Wireless Network Toolbox enables you to model and simulate wireless networks, including 5G, WLAN, Bluetooth®, and mobile ad hoc networks (MANETs). You can analyze network behavior in real-world scenarios to evaluate key performance metrics, such as throughput, spectral efficiency, packet loss ratio, latency, and quality of service.

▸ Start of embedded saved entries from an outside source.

"""What the analysis predicts, as short text for editors: inlay hints,
document symbols and the "add the predicted description" fix.

Pure; reads a ``SpeciesAnalysis`` from ``notelsp.chem`` and writes nothing
of its own chemistry.
"""

from __future__ import annotations

from typing import TYPE_CHECKING

from ..notation.model import Annotation, Span
from .findings import Fix

if TYPE_CHECKING:
    from ..chem.analysis import SpeciesAnalysis


def predicted_shape(analysis: SpeciesAnalysis | None) -> str | None:
    """The VSEPR shape name of the species' first centre, or None outside the model."""
    if analysis is None or analysis.outside_model:
        return None
    centres = analysis.centres
    if not centres or centres[0].shape is None:
        return None
    shape = centres[0].shape
    return shape


def written_shape(shape: str) -> str:
    """A shape as chemists spell it ("trigonal-pyramidal" -> "trigonal pyramidal", "t-shaped" -> "T-shaped").

    The one spelling people see, in messages, fixes, hover, hints and drawings; JSON keeps the
    machine name ("t-shaped").
    """
    return "T-shaped" if shape == "t-shaped" else shape.replace("-", " ")


def predicted_description_fix(annotation: Annotation, analysis: SpeciesAnalysis | None) -> Fix | None:
    """For a bare ``{FORMULA}``: insert ``: <predicted shape>`` after the formula."""
    formula = annotation.formula
    if annotation.claims or annotation.errors or formula is None or annotation.is_comparison:
        return None
    shape = predicted_shape(analysis)
    if shape is None:
        return None
    words = written_shape(shape)
    end = annotation.body.end
    return Fix(f"Add the predicted description: {words}", Span(end, end), f": {words}")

You can simulate coexistence between heterogeneous networks, such as WLAN and Bluetooth, and explore complex wireless networks using customizable building blocks. These blocks include wireless communication nodes, wireless channels, node placement and mobility models, data traffic generation, logging, and visualization tools. You can also assess how network parameters, like node density and placement, affect overall performance, helping you gain deeper insight into network dynamics.
5G Networks
Simulate 5G networks across standardized 3GPP reference scenarios, urban macro (UMa), urban micro (UMi), rural macro (RMa), and indoor hotspot (InH), using channel models defined in 3GPP TR 38.901 to evaluate network performance under realistic deployment conditions.
WLAN Networks
Simulate WLAN networks, including Wi-Fi® 7 networks with multilink operation (MLO), to evaluate performance under diverse traffic models such as video, voice, and file transfer. Analyze medium access control (MAC) and physical layer (PHY) algorithms to measure throughput, latency, and packet loss ratio, and optimize Wi-Fi network performance.
Bluetooth Networks
Simulate multinode communication of low energy (LE) audio and piconet networks. Model managed flooding in Bluetooth mesh networks.

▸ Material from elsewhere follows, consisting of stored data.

"""Review settings: defaults, and reading them from ``.notelsp.toml`` text or
from an editor's ``workspace/configuration`` answer.

Parsing is pure (text or dict in, settings and problems out).  Every problem is
reported; a bad value keeps its default in the returned settings, and the
caller decides what a problem means (the command line refuses to review, the
server shows it).  A settings file's problems carry the line they are on.
"""

from __future__ import annotations

import re
import reprlib
from dataclasses import dataclass, replace
from typing import Any, Mapping

from .findings import Severity

DEFAULT_GLOBS = ("**/*",)  # every note file (which files are notes is decided by their type)
MAX_SETTINGS_CHARS = 256 * 1024  # a settings file is a few lines; beyond this it is something else
MAX_NESTING = 16  # arrays and inline tables inside each other; settings need two
MAX_GLOB_CHARS = 256  # matching costs (pattern length) × (path length) per file


@dataclass(frozen=True)
class Settings:
    """How one note (or workspace) is reviewed: tolerances, rule severities, what is switched on."""

    angle_tolerance: float = 5.0  # degrees allowed beyond a predicted range before an angle is flagged
    severities: tuple[tuple[str, Severity], ...] = ()  # per-rule overrides (a tuple keeps Settings hashable)
    disabled: frozenset[str] = frozenset()
    inlay_hints: bool = True
    hover_pictures: bool = True  # a drawing in hover, for clients that render Markdown images
    globs: tuple[str, ...] = DEFAULT_GLOBS
    cross_check_automatic: bool = False
    compute: bool = True  # the server computes each named species' geometry in the background

    def severity_of(self, rule: Any) -> Severity:
        return dict(self.severities).get(rule.code, rule.severity)

    def enabled(self, code: str) -> bool:
        return code not in self.disabled


class SettingsProblem(str):
    """One problem, as its message; ``line`` is its 1-based line in the settings file (None when unknown)."""

    line: int | None

    def __new__(cls, message: str, line: int | None = None) -> "SettingsProblem":
        problem = super().__new__(cls, message)
        problem.line = line
        return problem

    def located(self, file: str) -> str:
        """``file:line: message`` (or ``file: message``), the form a terminal or editor shows."""
        return f"{file}:{self.line}: {self}" if self.line is not None else f"{file}: {self}"


def settings_from_mapping(values: Mapping[str, Any], base: Settings | None = None) -> tuple[Settings, list[str]]:
    """Apply known keys of ``values`` (an editor's settings) over ``base``; unknown or bad values become messages."""
    settings, problems = _apply(values, base or Settings(), prefix="")
    return settings, [message for _, message in problems]


def settings_from_toml(text: str, base: Settings | None = None) -> tuple[Settings, list[SettingsProblem]]:
    """Read the ``[review]`` table of a ``.notelsp.toml`` file's text; problems carry their line."""
    base = base or Settings()
    text = text.removeprefix("\ufeff")  # a byte-order mark some editors write is no part of the TOML
    if len(text) > MAX_SETTINGS_CHARS:
        return base, [SettingsProblem(f"larger than {MAX_SETTINGS_CHARS:,} characters; not a settings file")]
    too_deep = _too_deep_line(text)
    if too_deep is not None:
        return base, [SettingsProblem(f"arrays or tables nested more than {MAX_NESTING} deep", too_deep)]
    import tomllib  # only when a settings file exists: its import is a noticeable part of a check's start

    try:
        document = tomllib.loads(text)
    except tomllib.TOMLDecodeError as error:
        return base, [_toml_error(str(error), text)]
    except RecursionError:  # the depth scan above should make this unreachable; never a traceback
        return base, [SettingsProblem(f"arrays or tables nested more than {MAX_NESTING} deep")]
    lines = _KeyLines(text)
    problems = [
        SettingsProblem(f"unknown table or key {key!r} (settings go under [review])", lines.line_of((key,)))
        for key in document if key != "review"
    ]
    table = document.get("review", {})
    if not isinstance(table, dict):
        return base, problems + [SettingsProblem("[review] must be a table", lines.line_of(("review",)))]
    settings, more = _apply(table, base, prefix="review.")
    return settings, problems + [SettingsProblem(message, lines.line_of(("review", *path))) for path, message in more]


# --- validation -------------------------------------------------------------------------


def _apply(values: Mapping[str, Any], settings: Settings, prefix: str) -> tuple[Settings, list[tuple[tuple[str, ...], str]]]:
    from .rules import RULES

    problems: list[tuple[tuple[str, ...], str]] = []
    changes: dict[str, Any] = {}
    for key, value in values.items():
        name = prefix + str(key)
        if key == "angle_tolerance":
            if isinstance(value, (int, float)) and not isinstance(value, bool) and 0 <= value <= 45:
                changes[key] = float(value)
            else:
                problems.append(((key,), f"{name} must be a number of degrees from 0 to 45, not {_shown(value)}"))
        elif key in ("inlay_hints", "cross_check_automatic", "hover_pictures", "compute"):
            if isinstance(value, bool):
                changes[key] = value
            else:
                problems.append(((key,), f"{name} must be true or false, not {_shown(value)}"))
        elif key == "disabled":
            if isinstance(value, list) and all(isinstance(v, str) for v in value):
                unknown = [v for v in value if v not in RULES]
                if unknown:
                    problems.append(((key,), f"{name} names unknown rules: {', '.join(unknown)}"))
                changes[key] = frozenset(v for v in value if v in RULES)
            else:
                problems.append(((key,), f"{name} must be a list of rule codes, not {_shown(value)}"))
        elif key == "severity":
            if isinstance(value, Mapping):
                severities = dict(settings.severities)
                for code, level in value.items():
                    if code not in RULES:
                        problems.append(((key, code), f"{name} names an unknown rule: {code}"))
                    elif level not in {s.value for s in Severity}:
                        problems.append(((key, code), f"{name} of {code} must be error, warning, information or hint, "
                                                      f"not {_shown(level)}"))
                    else:
                        severities[code] = Severity(level)
                changes["severities"] = tuple(sorted(severities.items()))
            else:
                problems.append(((key,), f"{name} must be a table of rule = level, not {_shown(value)}"))
        elif key == "files":
            if isinstance(value, list) and value and all(isinstance(v, str) and v.strip("/\\") for v in value):
                long = [v for v in value if len(v) > MAX_GLOB_CHARS]
                if long:
                    problems.append(((key,), f"{name} has a pattern longer than {MAX_GLOB_CHARS:,} characters"))
                else:
                    changes["globs"] = tuple(value)
            else:
                problems.append(((key,), f"{name} must be a non-empty list of glob patterns, not {_shown(value)}"))
        else:
            where = f" in [{prefix.rstrip('.')}]" if prefix else ""
            problems.append(((key,), f"unknown setting {key!r}{where}"))
    return replace(settings, **changes), problems


_SHORT = reprlib.Repr()
_SHORT.maxlevel, _SHORT.maxstring, _SHORT.maxother, _SHORT.maxlist, _SHORT.maxdict = 3, 40, 40, 5, 5


def _shown(value: Any) -> str:
    """A value as the user wrote it (TOML/JSON spelling for scalars), bounded in length and depth."""
    if isinstance(value, bool):
        return "true" if value else "false"
    if value is None:
        return "null"
    if isinstance(value, str):
        import json  # only to show a bad value: a valid settings file never needs it

        shown = json.dumps(value if len(value) <= 40 else value[:37] + "...", ensure_ascii=False)
        return shown
    return _SHORT.repr(value)


# --- reading the text around tomllib ------------------------------------------------------

_TOML_POSITION = re.compile(r"\s*\(at line (\d+), column \d+\)$|\s*\(at end of document\)$")


def _toml_error(message: str, text: str) -> SettingsProblem:
    position = _TOML_POSITION.search(message)
    if position is None:
        line = None
    elif position.group(1):
        line = int(position.group(1))
    else:  # "at end of document": the last line that has anything on it
        line = text.rstrip("\n").count("\n") + 1
    reason = message[:position.start()] if position else message
    return SettingsProblem(f".notelsp.toml is not valid TOML: {reason}", line)


def _too_deep_line(text: str) -> int | None:
    """The line where brackets and braces outside strings and comments first nest past MAX_NESTING, or None.

    tomllib recurses once per level; this bounds the depth before it sees the text.  Strings are
    skipped as TOML reads them, so a bracket inside one is not counted; where the text is not
    valid TOML, tomllib stops at the first fault, before any depth this scan did not see.
    """
    depth, index, length, line = 0, 0, len(text), 1
    while index < length:
        char = text[index]
        if char == "\n":
            line += 1
        elif char == "#":
            end = text.find("\n", index)
            index = length if end == -1 else end
            continue
        elif char in "[{":
            depth += 1
            if depth > MAX_NESTING:
                return line
        elif char in "]}":
            depth = max(depth - 1, 0)
        elif char in "\"'":
            end = _string_end(text, index)
            line += text.count("\n", index, end)
            index = end
            continue
        index += 1
    return None


def _string_end(text: str, start: int) -> int:
    """Just past the TOML string opening at ``start`` (or the end of its line, when it is unterminated)."""
    quote = text[start]
    if text.startswith(quote * 3, start):  # multi-line; it may end with one or two extra quotes
        index = start + 3
        while True:
            close = text.find(quote * 3, index)
            if close == -1:
                return len(text)
            if quote == '"':
                escapes = len(text[index:close]) - len(text[index:close].rstrip("\\"))
                if escapes % 2:  # an escaped quote: keep looking after it
                    index = close + 1
                    continue
            end = close + 3
            while end < len(text) and end < close + 5 and text[end] == quote:
                end += 1
            return end
    index = start + 1
    while index < len(text):
        char = text[index]
        if char == "\\" and quote == '"':
            index += 2
            continue
        if char == quote:
            return index + 1
        if char == "\n":
            return index  # unterminated: tomllib stops here
        index += 1
    return len(text)


_HEADER = re.compile(r"\s*\[\[?\s*([^\]]*?)\s*\]\]?\s*(?:#.*)?$")
_KEY = re.compile(r"\s*((?:[A-Za-z0-9_-]+|\"(?:[^\"\\]|\\.)*\"|'[^']*')(?:\s*\.\s*(?:[A-Za-z0-9_-]+|\"(?:[^\"\\]|\\.)*\"|'[^']*'))*)\s*=")
_KEY_PART = re.compile(r"[A-Za-z0-9_-]+|\"((?:[^\"\\]|\\.)*)\"|'([^']*)'")


def _key_parts(dotted: str) -> tuple[str, ...]:
    parts = []
    for match in _KEY_PART.finditer(dotted):
        if match.group(1) is not None:
            parts.append(match.group(1))
        elif match.group(2) is not None:
            parts.append(match.group(2))
        else:
            parts.append(match.group(0))
    return tuple(parts)


class _KeyLines:
    """Which line defines a key, found by a light scan of table headers and ``key =`` lines."""

    def __init__(self, text: str) -> None:
        self.lines: dict[tuple[str, ...], int] = {}
        table: tuple[str, ...] = ()
        for number, line in enumerate(text.split("\n"), 1):  # TOML breaks lines at \n only
            header = _HEADER.match(line)
            if header:
                table = _key_parts(header.group(1))
                self.lines.setdefault(table, number)
                continue
            key = _KEY.match(line)
            if key:
                self.lines.setdefault(table + _key_parts(key.group(1)), number)

    def line_of(self, path: tuple[str, ...]) -> int | None:
        """The line of ``path``, or of the nearest enclosing key or table that is written out."""
        for length in range(len(path), 0, -1):
            if path[:length] in self.lines:
                return self.lines[path[:length]]
        return None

Wireless Network Coexistence
Create and configure a shared channel between Bluetooth and WLAN devices. Simulate and visualize coexistence, and mitigate interference using collaborative and noncollaborative mechanisms.
Ad Hoc Networks
Simulate a MANET with multi-hop nodes operating under time division multiple access (TDMA) MAC and ad hoc on-demand distance vector (AODV) routing.
Beyond 5G Networks
Simulate cell-free massive MIMO, a potential technology for 6G networks. It enables distributed access points to jointly serve users without cell boundaries, improving coverage, spectral efficiency, and interference management across the network.